======== Study material ========

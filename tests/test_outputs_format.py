"""The bulk CSV writer gives the same text as numpy's savetxt with "%.9g", byte for byte.

Reference: ``numpy.savetxt(..., delimiter=",", fmt="%.9g")`` (the writer this replaces) and
Python's ``%`` operator, which follows C's printf for ``%g`` (C11, 7.21.6.1: precision P =
9 significant digits, style e if the exponent X < -4 or X >= P, else style f, trailing zeros
and a bare point removed; correctly rounded).
"""

from __future__ import annotations

import io
import os

import numpy as np
import pytest

from keepclear.fields.outputs import PROBE_CSV_COLUMNS, csv_rows_g9, format_g9, probe_csv_bytes

from ._cli import assert_clean_exit, one_error_line, run
from ._edge_cases import _csv_run, _HalfWriter, _leftovers
from .conftest import ISOTROPIC


def savetxt_text(table: np.ndarray) -> bytes:
    buf = io.BytesIO()
    np.savetxt(buf, table, delimiter=",", fmt="%.9g")
    return buf.getvalue()


EDGE_VALUES = [
    0.0,
    -0.0,
    1.0,
    -1.0,
    0.5,
    0.1,
    1e-5,  # last exponent in scientific style below
    1e-4,  # first fixed-style exponent
    0.00012345678949,
    0.00099999999951,  # rounds up into the next decade
    9.9999999995,
    9.99999999949,
    99999999.99,
    123456789.0,
    999999999.4,
    999999999.5,  # rounds to 1e+09 (scientific)
    1e9,
    1e21,
    1e22,
    1e23,
    1e100,
    -1e-100,
    1e-300,
    1e300,
    5e-324,  # subnormal: formatted one by one
    1e-310,
    1.7976931348623157e308,
    12.5,
    0.125,
    2.0 / 3.0,
    1234.5678905,
    np.inf,
    -np.inf,
    np.nan,
]


def test_edge_values_match_printf():
    values = np.array(EDGE_VALUES + list(10.0 ** np.arange(-310, 309, 7)))
    chars, lengths = format_g9(values)
    for value, row, n in zip(values, chars, lengths, strict=True):
        assert row[:n].tobytes() == ("%.9g" % value).encode(), value  # noqa: UP031 (printf)
        assert not row[n:].any()


@pytest.mark.parametrize("seed", [0, 1])
def test_random_tables_match_savetxt(seed):
    rng = np.random.default_rng(seed)
    n = 3000
    table = np.column_stack(
        [
            np.round(rng.uniform(-50, 50, (n, 3)), rng.integers(0, 9)),  # coordinates
            rng.random((n, 4)) * 10.0 ** rng.integers(-15, 15, (n, 4)),  # fields, densities
        ]
    )
    table[::97, 4] = 0.0
    table[::89, 0] = -0.0
    table[::83, 1] = rng.integers(-(10**9), 10**9, table[::83, 1].size) + 0.5  # ties
    assert csv_rows_g9(table, rows_per_block=700) == savetxt_text(table)


def test_probe_csv_header_and_rows_in_order():
    pts = np.array([[1.0, 2.0, 3.0], [-0.5, 0.0, 1e-7], [4.0, 5.0, 6.0]])
    cols = [np.array([1.0, 2.0, 3.0]) * k for k in (1, 2, 3, 4)]
    text = probe_csv_bytes(pts, cols).decode()
    lines = text.splitlines()
    assert lines[0] == ",".join(PROBE_CSV_COLUMNS)
    assert lines[2] == "-0.5,0,1e-07,2,4,6,8"
    assert probe_csv_bytes(np.zeros((0, 3)), [np.zeros(0)] * 4).decode() == lines[0] + "\n"


# ------------------------------------------------------------
# Numerical and file-system edges (singular points, band edges, bounds, atomic outputs).
# What is checked, and against what, is listed in tests/_edge_cases.py.


def test_output_mode_follows_the_umask(write_scenario, tmp_path):
    out = tmp_path / "out.csv"
    old = os.umask(0o022)
    try:
        assert_clean_exit(_csv_run(write_scenario, tmp_path, out), allowed=(0,))
    finally:
        os.umask(old)
    assert out.stat().st_mode & 0o777 == 0o644


def test_failed_rename_leaves_no_temporary_and_keeps_the_old_file(
    write_scenario, tmp_path, monkeypatch
):
    out = tmp_path / "out.csv"
    out.write_text("the previous result\n")

    def failing_replace(src, dst):
        raise OSError(5, "Input/output error")

    monkeypatch.setattr(os, "replace", failing_replace)
    line = one_error_line(_csv_run(write_scenario, tmp_path, out))
    assert "out.csv" in line and "cannot be written" in line
    assert out.read_text() == "the previous result\n"
    assert _leftovers(tmp_path) == []


def test_disk_full_mid_write_leaves_nothing(write_scenario, tmp_path, monkeypatch):
    real_fdopen = os.fdopen
    monkeypatch.setattr(
        os, "fdopen", lambda fd, mode="r", *a, **k: _HalfWriter(real_fdopen(fd, mode, *a, **k))
    )
    out = tmp_path / "out.csv"
    line = one_error_line(_csv_run(write_scenario, tmp_path, out))
    assert "No space left" in line
    assert not out.exists() and _leftovers(tmp_path) == []


def test_interrupt_mid_write_leaves_nothing(write_scenario, tmp_path, monkeypatch):
    def interrupted(fd):
        raise KeyboardInterrupt

    monkeypatch.setattr(os, "fsync", interrupted)
    out = tmp_path / "out.csv"
    result = _csv_run(write_scenario, tmp_path, out)
    assert "Traceback" not in result.stderr
    assert not out.exists() and _leftovers(tmp_path) == []


def test_interrupt_is_not_reported_as_success(write_scenario, tmp_path, monkeypatch):
    def interrupted(fd):
        raise KeyboardInterrupt

    monkeypatch.setattr(os, "fsync", interrupted)
    result = _csv_run(write_scenario, tmp_path, tmp_path / "out.csv")
    assert result.exit_code != 0 and result.stderr.strip()


def test_scenario_is_never_overwritten(write_scenario, tmp_path):
    path = write_scenario(ISOTROPIC)
    before = path.read_bytes()
    (tmp_path / "sub").mkdir()
    os.symlink(path, tmp_path / "link.toml")
    os.link(path, tmp_path / "hard.toml")
    inp = tmp_path / "in.csv"
    inp.write_text("x_m,y_m,z_m\n1,0,0\n")
    aliases = [
        path,
        tmp_path / "sub" / ".." / path.name,
        tmp_path / "link.toml",
        tmp_path / "hard.toml",
    ]
    for target in aliases:
        line = one_error_line(run("probe", path, "--at", "1,0,0", "--csv", target))
        assert "overwrite" in line
    # ... nor the point file given as input.
    line = one_error_line(run("probe", path, "--points", inp, "--csv", inp))
    assert "overwrite" in line and inp.read_text() == "x_m,y_m,z_m\n1,0,0\n"
    assert path.read_bytes() == before
    assert _leftovers(tmp_path) == []


@pytest.mark.parametrize("where", ["under a file", "missing folder", "a folder"])
def test_unwritable_output_place(write_scenario, tmp_path, where):
    # CI runs as root, where chmod does not stop a write; a path under a regular file does.
    blocker = tmp_path / "plain.txt"
    blocker.write_text("not a folder\n")
    target = {
        "under a file": blocker / "out.csv",
        "missing folder": tmp_path / "nowhere" / "out.csv",
        "a folder": tmp_path,
    }[where]
    path = write_scenario(ISOTROPIC)
    before = sorted(p.name for p in tmp_path.iterdir())
    line = one_error_line(run("probe", path, "--at", "1,0,0", "--csv", target))
    assert str(target) in line
    assert sorted(p.name for p in tmp_path.iterdir()) == before
    assert blocker.read_text() == "not a folder\n"


@pytest.mark.parametrize("command", ["assess", "map"])
def test_output_folder_under_a_regular_file(write_scenario, tmp_path, command):
    path = write_scenario(ISOTROPIC)
    blocker = tmp_path / "plain.txt"
    blocker.write_text("not a folder\n")
    before = sorted(p.name for p in tmp_path.iterdir())
    line = one_error_line(run(command, path, "--pixels", "5", "--out", blocker / "out"))
    assert "--out" in line or "plain.txt" in line
    assert sorted(p.name for p in tmp_path.iterdir()) == before
    assert blocker.read_text() == "not a folder\n"
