"""Reader of the stored full-wave reference solutions in ``validation/data/``.

Pure JSON: no openEMS needed. Each file holds one case computed by
``validation/run.py`` (openEMS FDTD); see ``validation/README.md`` for the cases, the
conventions and how to regenerate them. The fields stored are RMS values for one watt
radiated, at FDTD mesh nodes, in the keepclear scenario frame of the case's
``scenario_source_toml``.
"""

from __future__ import annotations

import json
from dataclasses import dataclass
from pathlib import Path

import numpy as np
from numpy.typing import NDArray

DATA_DIR = Path(__file__).resolve().parent.parent / "validation" / "data"

#: Angle from boresight within which a point counts as "in front" [deg].
FRONT_DEG = 60.0


@dataclass(frozen=True)
class FullWaveCase:
    """One stored full-wave case.

    Attributes
    ----------
    name : str
        Case name (the file stem).
    engine : str
        Solver and version that computed it.
    source_toml : str
        The ``[[source]]`` table (power_w = 1) that describes the geometry in keepclear's keys.
    boresight : ndarray, shape (3,)
        Boresight (aperture normal or probe axis), unit vector.
    positions_m : ndarray, shape (N, 3)
        Sample points [m].
    labels : list of str
        "plane angle distance" of each sample, for messages.
    power_density_w_m2 : ndarray, shape (N,)
        max(|E|^2/eta0, eta0 |H|^2) per radiated watt [W m^-2].
    peak_directivity_dbi : float
        Peak directivity of the nf2ff far field [dBi].
    boresight_directivity_dbi : float
        Directivity along +x [dBi].
    doc : dict
        The whole record.
    """

    name: str
    engine: str
    source_toml: str
    boresight: NDArray[np.float64]
    positions_m: NDArray[np.float64]
    labels: list[str]
    power_density_w_m2: NDArray[np.float64]
    peak_directivity_dbi: float
    boresight_directivity_dbi: float
    doc: dict

    def angles_deg(self) -> NDArray[np.float64]:
        """Angle of each sample from boresight, seen from the origin [deg]."""
        p = self.positions_m
        c = p @ self.boresight / np.linalg.norm(p, axis=1)
        return np.degrees(np.arccos(np.clip(c, -1.0, 1.0)))

    def front(self) -> NDArray[np.bool_]:
        """Samples within :data:`FRONT_DEG` of boresight."""
        return self.angles_deg() <= FRONT_DEG

    def scenario_text(self, name: str = "full-wave validation case") -> str:
        """A complete scenario file with this case's source at 1 W."""
        return f'name = "{name}: {self.name}"\nfrequency_hz = 2.45e9\n\n{self.source_toml}'


def available() -> list[str]:
    """Names of the stored cases."""
    return sorted(p.stem for p in DATA_DIR.glob("*.json"))


def load(name: str) -> FullWaveCase:
    """Read one stored case by name."""
    doc = json.loads((DATA_DIR / f"{name}.json").read_text(encoding="utf-8"))
    samples = doc["samples"]
    return FullWaveCase(
        name=doc["case"],
        engine=doc["engine"],
        source_toml=doc["scenario_source_toml"],
        boresight=np.array([1.0, 0.0, 0.0]),
        positions_m=np.array([s["position_m"] for s in samples], dtype=float),
        labels=[f"{s['plane']} {s['angle_deg']} deg {s['distance_m']} m" for s in samples],
        power_density_w_m2=np.array([s["power_density_w_m2"] for s in samples], dtype=float),
        peak_directivity_dbi=float(doc["directivity"]["peak_dbi"]),
        boresight_directivity_dbi=float(doc["directivity"]["boresight_dbi"]),
        doc=doc,
    )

========

Work request —
Each line above that has the word "chars" should be copied.

Written answer —
    chars, lengths = format_g9(values)
    for value, row, n in zip(values, chars, lengths, strict=True):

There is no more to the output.